> _What the task asks_: Give every line below again, exactly.

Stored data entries
// Records with conditions in the permission table (a member's currency, medical, documents,
// safety reports) are checked on the record in every handler: one's own is readable, another
// member's is answered exactly like a missing one; roles that read them for everyone still do.
import { and, eq, isNotNull } from "drizzle-orm";
import { beforeAll, describe, expect, it } from "vitest";
import { GET as currencyOf } from "@/app/api/clubs/[club]/currency/[userId]/route";
import { GET as documentsOf } from "@/app/api/clubs/[club]/documents/route";
import { GET as medicalOf } from "@/app/api/clubs/[club]/documents/medical/[userId]/route";
import { GET as reportApi } from "@/app/api/clubs/[club]/safety/reports/[reportId]/route";
import ClubsIndex from "@/app/clubs/page";
import MePage from "@/app/clubs/[club]/me/page";
import NewClubPage from "@/app/operator/clubs/new/page";
import OperatorHome from "@/app/operator/page";
import ReportPage from "@/app/clubs/[club]/safety/reports/[reportId]/page";
import { safetyReports, users } from "@/db/schema";
import { DEMO_CLUBS, DEMO_PEOPLE } from "@/db/seed/scenario";
import { params, treeText } from "./authz-helpers";
import { seedScenario } from "./bookings-helpers";
import { clubBySlug, db, expectRedirect, signInAs } from "./helpers";

const CLUB = "reedwater";
const MEMBER = "member@hangarline.test";
const OTHER = "pilot2@hangarline.test";
const uid = (email: string) => db().select().from(users).where(eq(users.email, email)).get()!.id;
const get = (url: string) => new Request(`http://app.test${url}`);
let namedReport = "";

beforeAll(async () => {
  await seedScenario();
  namedReport = db().select().from(safetyReports).where(and(eq(safetyReports.clubId, clubBySlug(CLUB).id), isNotNull(safetyReports.reporterId))).get()!.id;
});

describe("a member's own records, and nobody else's", () => {
  it("currency: own 200, another member's 404 like a missing one", async () => {
    signInAs(MEMBER);
    const call = (userId: string) => currencyOf(get(`/api/clubs/${CLUB}/currency/${userId}`), params({ club: CLUB, userId }));
    expect((await call(uid(MEMBER))).status).toBe(200);
    const other = await call(uid(OTHER));
    const missing = await call("no-such-user");
    expect(other.status).toBe(404);
    expect(await other.text()).toBe(await missing.text());
    signInAs("instructor@hangarline.test"); // instructors read every member's currency
    expect((await call(uid(OTHER))).status).toBe(200);
  });

  it("medical: own in full, another member's 404; the safety officer sees the expiry date only", async () => {
    signInAs(MEMBER);
    const call = (userId: string) => medicalOf(get(`/api/clubs/${CLUB}/documents/medical/${userId}`), params({ club: CLUB, userId }));
    const own = (await (await call(uid(MEMBER))).json()) as { medical: { level: string } };
    expect(own.medical.level).toBe("full");
    const other = await call(uid(OTHER));
    expect(other.status).toBe(404);
    expect(await other.text()).toBe(await (await call("no-such-user")).text());
    signInAs("safety@hangarline.test");
    const seen = (await (await call(uid(OTHER))).json()) as { medical: Record<string, unknown> };
    expect(seen.medical.level).toBe("expiry");
    expect(Object.keys(seen.medical).sort()).toEqual(["expiresOn", "level"]);
  });

  it("documents: own list, another member's 404", async () => {
    signInAs(MEMBER);
    const call = (userId?: string) => documentsOf(get(`/api/clubs/${CLUB}/documents${userId ? `?userId=${userId}` : ""}`), params({ club: CLUB }));
    const own = (await (await call()).json()) as { documents: unknown[] };
    expect(own.documents.length).toBeGreaterThan(0);
    expect((await call(uid(OTHER))).status).toBe(404);
  });

  it("the member's own page carries no one else's currency", async () => {
    signInAs(MEMBER);
    const text = treeText(await MePage(params({ club: CLUB })));
    expect(text).not.toContain(db().select().from(users).where(eq(users.email, OTHER)).get()!.name!);
  });

  it("safety report: the filer and the safety officer read it; another member gets 404 like a missing one", async () => {
    const call = (reportId: string) => reportApi(get(`/api/clubs/${CLUB}/safety/reports/${reportId}`), params({ club: CLUB, reportId }));
    signInAs(MEMBER);
    expect((await call(namedReport)).status).toBe(200);
    signInAs("safety@hangarline.test");
    expect((await call(namedReport)).status).toBe(200);
    signInAs(OTHER);
    const other = await call(namedReport);
    expect(other.status).toBe(404);
    expect(await other.text()).toBe(await (await call("no-such-report")).text());
    await expect(ReportPage({ params: Promise.resolve({ club: CLUB, reportId: namedReport }) })).rejects.toThrow("not found");
  });
});

describe("operator console pages check the operator themselves", () => {
  it("a club admin or member gets the 404 page, nobody signed in is sent to sign in", async () => {
    for (const who of [MEMBER, "admin@hangarline.test"]) {
      signInAs(who);
      await expect(OperatorHome(), who).rejects.toThrow("not found");
      await expect(NewClubPage(), who).rejects.toThrow("not found");
    }
    signInAs(null);
    expect(await expectRedirect(() => OperatorHome())).toBe("/sign-in?callbackUrl=/operator");
    signInAs("operator@hangarline.test");
    await expect(OperatorHome()).resolves.toBeTruthy();
  });
});

describe("the list of clubs is the signed-in person's own (the session guard in the page)", () => {
  it("nobody signed in is sent to sign in; a person sees their own clubs and no other", async () => {
    signInAs(null);
    expect(await expectRedirect(() => ClubsIndex())).toBe(`/sign-in?callbackUrl=${encodeURIComponent("/clubs")}`);
    // A person in one club goes straight to it.
    signInAs(MEMBER);
    expect(await expectRedirect(() => ClubsIndex())).toBe(`/clubs/${CLUB}`);
    // A person in two clubs chooses between those two; the third club is not named.
    const person = DEMO_PEOPLE.find((p) => Object.keys(p.clubs).length === 2)!;
    signInAs(person.email);
    const text = treeText(await ClubsIndex());
    for (const club of DEMO_CLUBS) {
      if (club.key in person.clubs) expect(text, club.key).toContain(club.name);
      else expect(text, club.key).not.toContain(club.name);
    }
    expect(DEMO_CLUBS.some((c) => !(c.key in person.clubs))).toBe(true);
  });
});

> _Solution to this exercise_:
// Records with conditions in the permission table (a member's currency, medical, documents,
// safety reports) are checked on the record in every handler: one's own is readable, another
// member's is answered exactly like a missing one; roles that read them for everyone still do.
import { and, eq, isNotNull } from "drizzle-orm";
import { beforeAll, describe, expect, it } from "vitest";
import { GET as currencyOf } from "@/app/api/clubs/[club]/currency/[userId]/route";
import { GET as documentsOf } from "@/app/api/clubs/[club]/documents/route";
import { GET as medicalOf } from "@/app/api/clubs/[club]/documents/medical/[userId]/route";
import { GET as reportApi } from "@/app/api/clubs/[club]/safety/reports/[reportId]/route";
import ClubsIndex from "@/app/clubs/page";
import MePage from "@/app/clubs/[club]/me/page";
import NewClubPage from "@/app/operator/clubs/new/page";
import OperatorHome from "@/app/operator/page";
import ReportPage from "@/app/clubs/[club]/safety/reports/[reportId]/page";
import { safetyReports, users } from "@/db/schema";
import { DEMO_CLUBS, DEMO_PEOPLE } from "@/db/seed/scenario";
import { params, treeText } from "./authz-helpers";
import { seedScenario } from "./bookings-helpers";
import { clubBySlug, db, expectRedirect, signInAs } from "./helpers";

const CLUB = "reedwater";
const MEMBER = "member@hangarline.test";
const OTHER = "pilot2@hangarline.test";
const uid = (email: string) => db().select().from(users).where(eq(users.email, email)).get()!.id;
const get = (url: string) => new Request(`http://app.test${url}`);
let namedReport = "";

beforeAll(async () => {
  await seedScenario();
  namedReport = db().select().from(safetyReports).where(and(eq(safetyReports.clubId, clubBySlug(CLUB).id), isNotNull(safetyReports.reporterId))).get()!.id;
});

describe("a member's own records, and nobody else's", () => {
  it("currency: own 200, another member's 404 like a missing one", async () => {
    signInAs(MEMBER);
    const call = (userId: string) => currencyOf(get(`/api/clubs/${CLUB}/currency/${userId}`), params({ club: CLUB, userId }));
    expect((await call(uid(MEMBER))).status).toBe(200);
    const other = await call(uid(OTHER));
    const missing = await call("no-such-user");
    expect(other.status).toBe(404);
    expect(await other.text()).toBe(await missing.text());
    signInAs("instructor@hangarline.test"); // instructors read every member's currency
    expect((await call(uid(OTHER))).status).toBe(200);
  });

  it("medical: own in full, another member's 404; the safety officer sees the expiry date only", async () => {
    signInAs(MEMBER);
    const call = (userId: string) => medicalOf(get(`/api/clubs/${CLUB}/documents/medical/${userId}`), params({ club: CLUB, userId }));
    const own = (await (await call(uid(MEMBER))).json()) as { medical: { level: string } };
    expect(own.medical.level).toBe("full");
    const other = await call(uid(OTHER));
    expect(other.status).toBe(404);
    expect(await other.text()).toBe(await (await call("no-such-user")).text());
    signInAs("safety@hangarline.test");
    const seen = (await (await call(uid(OTHER))).json()) as { medical: Record<string, unknown> };
    expect(seen.medical.level).toBe("expiry");
    expect(Object.keys(seen.medical).sort()).toEqual(["expiresOn", "level"]);
  });

  it("documents: own list, another member's 404", async () => {
    signInAs(MEMBER);
    const call = (userId?: string) => documentsOf(get(`/api/clubs/${CLUB}/documents${userId ? `?userId=${userId}` : ""}`), params({ club: CLUB }));
    const own = (await (await call()).json()) as { documents: unknown[] };
    expect(own.documents.length).toBeGreaterThan(0);
    expect((await call(uid(OTHER))).status).toBe(404);
  });

  it("the member's own page carries no one else's currency", async () => {
    signInAs(MEMBER);
    const text = treeText(await MePage(params({ club: CLUB })));
    expect(text).not.toContain(db().select().from(users).where(eq(users.email, OTHER)).get()!.name!);
  });

  it("safety report: the filer and the safety officer read it; another member gets 404 like a missing one", async () => {
    const call = (reportId: string) => reportApi(get(`/api/clubs/${CLUB}/safety/reports/${reportId}`), params({ club: CLUB, reportId }));
    signInAs(MEMBER);
    expect((await call(namedReport)).status).toBe(200);
    signInAs("safety@hangarline.test");
    expect((await call(namedReport)).status).toBe(200);
    signInAs(OTHER);
    const other = await call(namedReport);
    expect(other.status).toBe(404);
    expect(await other.text()).toBe(await (await call("no-such-report")).text());
    await expect(ReportPage({ params: Promise.resolve({ club: CLUB, reportId: namedReport }) })).rejects.toThrow("not found");
  });
});

describe("operator console pages check the operator themselves", () => {
  it("a club admin or member gets the 404 page, nobody signed in is sent to sign in", async () => {
    for (const who of [MEMBER, "admin@hangarline.test"]) {
      signInAs(who);
      await expect(OperatorHome(), who).rejects.toThrow("not found");
      await expect(NewClubPage(), who).rejects.toThrow("not found");
    }
    signInAs(null);
    expect(await expectRedirect(() => OperatorHome())).toBe("/sign-in?callbackUrl=/operator");
    signInAs("operator@hangarline.test");
    await expect(OperatorHome()).resolves.toBeTruthy();
  });
});

describe("the list of clubs is the signed-in person's own (the session guard in the page)", () => {
  it("nobody signed in is sent to sign in; a person sees their own clubs and no other", async () => {
    signInAs(null);
    expect(await expectRedirect(() => ClubsIndex())).toBe(`/sign-in?callbackUrl=${encodeURIComponent("/clubs")}`);
    // A person in one club goes straight to it.
    signInAs(MEMBER);
    expect(await expectRedirect(() => ClubsIndex())).toBe(`/clubs/${CLUB}`);
    // A person in two clubs chooses between those two; the third club is not named.
    const person = DEMO_PEOPLE.find((p) => Object.keys(p.clubs).length === 2)!;
    signInAs(person.email);
    const text = treeText(await ClubsIndex());
    for (const club of DEMO_CLUBS) {
      if (club.key in person.clubs) expect(text, club.key).toContain(club.name);
      else expect(text, club.key).not.toContain(club.name);
    }
    expect(DEMO_CLUBS.some((c) => !(c.key in person.clubs))).toBe(true);
  });
});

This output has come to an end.